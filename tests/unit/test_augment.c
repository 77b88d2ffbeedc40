/* SPDX-License-Identifier: BSD-3-Clause */
/* test_augment.c - the augmenter: E/G TABLE sources as behavioural pwl(), flat node names, the plain deck's cards. */
#include <stddef.h>
#include <stdio.h>
#include <string.h>
#include "check.h"
#include "schrot/augment.h"
#include "schrot/carriers.h"

static struct sch_diag diag;

static void test_augment__table_becomes_pwl_with_flat_ends(void)
{
	struct sch_arena a;

	sch_arena_init(&a);
	/* d = (10m - 0) / 2: one extra point each side holds the end values */
	CHECK_STR(sch_augment_table_as_value(&a, "G1 K A TABLE {V(LIGHT)} = (0,0) (1m,0.52m) (10m,5.2m)"),
		  "G1 K A value={pwl(V(LIGHT), -0.005, 0, 0, 0, 1m, 0.52m, 10m, 5.2m, 0.015, 5.2m)}");
	/* no '=', blanks inside the pairs, an E source */
	CHECK_STR(sch_augment_table_as_value(&a, "ecomp 3 0 table {v(1,2)} (-1 0) (1 10)"),
		  "ecomp 3 0 value={pwl(v(1,2), -2, 0, -1, 0, 1, 10, 2, 10)}");
	sch_arena_release(&a);
}

static void test_augment__table_it_cannot_read_stays(void)
{
	struct sch_arena a;

	sch_arena_init(&a);
	CHECK(sch_augment_table_as_value(&a, "g1 k a {v(l)*2}") == NULL);                     /* no TABLE */
	CHECK(sch_augment_table_as_value(&a, "g1 k a table {v(l)} = (0,0) ({p1},1)") == NULL); /* x from a parameter */
	CHECK(sch_augment_table_as_value(&a, "g1 k a table {v(l)} = (1,0) (0,1)") == NULL);    /* x not rising */
	CHECK(sch_augment_table_as_value(&a, "g1 k a table {v(l)} = (0,0)") == NULL);          /* one point */
	CHECK(sch_augment_table_as_value(&a, "g1 k a table {v(l) = (0,0) (1,1)") == NULL);     /* unbalanced */
	sch_arena_release(&a);
}

/* Two cells in series inside a pair, a pair at the top, one .global node (invented). */
static const char *const NESTED = "nested cells\n"
				  ".global vdd\n"
				  ".subckt cell a k\n"
				  "iph k a dc 1u\n"
				  "ib vdd k dc 1n\n"
				  ".ends\n"
				  ".subckt pair a k\n"
				  "xa a mid cell\n"
				  "xb mid k cell\n"
				  ".ends\n"
				  "x1 0 sum pair\n"
				  "itest 0 sum ac 1\n"
				  "rf sum 0 1k\n"
				  ".op\n"
				  ".noise v(sum) itest dec 10 1 1k 1\n"
				  ".end\n";

static int element_named(const struct sch_deck *deck, const char *name)
{
	for (size_t k = 0; k < deck->n_elements; k++) {
		if (strcmp(deck->elements[k].name, name) == 0)
			return (int)k;
	}
	return -1;
}

/*
 * The simulator names a node inside instance x1.xa "x1.xa.node" and a port the node its X line
 * connects it to (NGSPICE-NOTES.md section 1 for the device names; the node form measured with
 * ngspice 39 for this change: a top-level card on "x1.x2.m" joins the subcircuit's internal node).
 */
static void test_augment__flat_nodes_follow_ports_up_the_hierarchy(void)
{
	struct sch_deck deck;
	struct sch_arena arena;
	const char *a = NULL, *b = NULL;
	int iph, ib;

	sch_deck_init(&deck);
	sch_arena_init(&arena);
	sch_diag_init(&diag, NULL, 0);
	CHECK(sch_deck_load_text(&deck, "nested.cir", NESTED, strlen(NESTED), &diag) == SCH_OK);
	iph = element_named(&deck, "iph");
	ib = element_named(&deck, "ib");
	CHECK(iph >= 0 && ib >= 0);
	/* xa: a = pair's a = x1's first node 0; k = pair's internal mid */
	CHECK(sch_augment_flat_nodes(&arena, &deck, iph, "x1.xa.iph", &a, &b) == SCH_OK);
	CHECK_STR(a, "x1.mid");
	CHECK_STR(b, "0");
	/* xb: a = mid, k = pair's k = sum */
	CHECK(sch_augment_flat_nodes(&arena, &deck, iph, "x1.xb.iph", &a, &b) == SCH_OK);
	CHECK_STR(a, "sum");
	CHECK_STR(b, "x1.mid");
	/* a .global node stays itself */
	CHECK(sch_augment_flat_nodes(&arena, &deck, ib, "x1.xb.ib", &a, &b) == SCH_OK);
	CHECK_STR(a, "vdd");
	/* a path that does not follow the hierarchy */
	CHECK(sch_augment_flat_nodes(&arena, &deck, iph, "x9.xa.iph", &a, &b) == SCH_ERR_INPUT);
	sch_arena_release(&arena);
	sch_deck_release(&deck);
}

/* The plain deck keeps the netlist's .op, leaves its .noise to sch_augment_write and has no generator inside a definition. */
static void test_augment__plain_deck_keeps_analyses_and_no_probes(void)
{
	struct sch_deck deck;
	struct sch_arena arena;
	struct sch_carrier_set set;
	struct sch_augment_options opt;
	struct sch_augmented aug;
	bool has_op = false, has_noise = false, has_probe = false;

	sch_deck_init(&deck);
	sch_arena_init(&arena);
	sch_diag_init(&diag, NULL, 0);
	memset(&opt, 0, sizeof(opt));
	opt.keep_analyses = true;
	opt.plain = true;
	CHECK(sch_deck_load_text(&deck, "nested.cir", NESTED, strlen(NESTED), &diag) == SCH_OK);
	CHECK(sch_carriers_find(&deck, NULL, &arena, &set, &diag) == SCH_OK);
	CHECK(set.n_carriers >= 2);
	CHECK(sch_augment_build(&deck, &set, &opt, &arena, &aug, &diag) == SCH_OK);
	for (size_t k = 0; k < aug.n_lines; k++) {
		has_op |= strcmp(aug.lines[k], ".op") == 0;
		has_noise |= strncmp(aug.lines[k], ".noise", 6) == 0;
		has_probe |= strstr(aug.lines[k], "schg") != NULL || strstr(aug.lines[k], "rschtemp") != NULL;
	}
	CHECK(has_op);
	CHECK(!has_noise);
	CHECK(!has_probe);
	CHECK(aug.n_probes == 0);
	CHECK_STR(aug.lines[aug.n_lines - 1], ".end");
	sch_arena_release(&arena);
	sch_deck_release(&deck);
}

CHECK_MAIN(CASE(test_augment__table_becomes_pwl_with_flat_ends), CASE(test_augment__table_it_cannot_read_stays),
	   CASE(test_augment__flat_nodes_follow_ports_up_the_hierarchy),
	   CASE(test_augment__plain_deck_keeps_analyses_and_no_probes))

---*---

→ **YOUR OBJECTIVE**: Which of the lines above hold the word "cells"? Copy each one.

→ **TASK ANSWER**:
/* Two cells in series inside a pair, a pair at the top, one .global node (invented). */
static const char *const NESTED = "nested cells\n"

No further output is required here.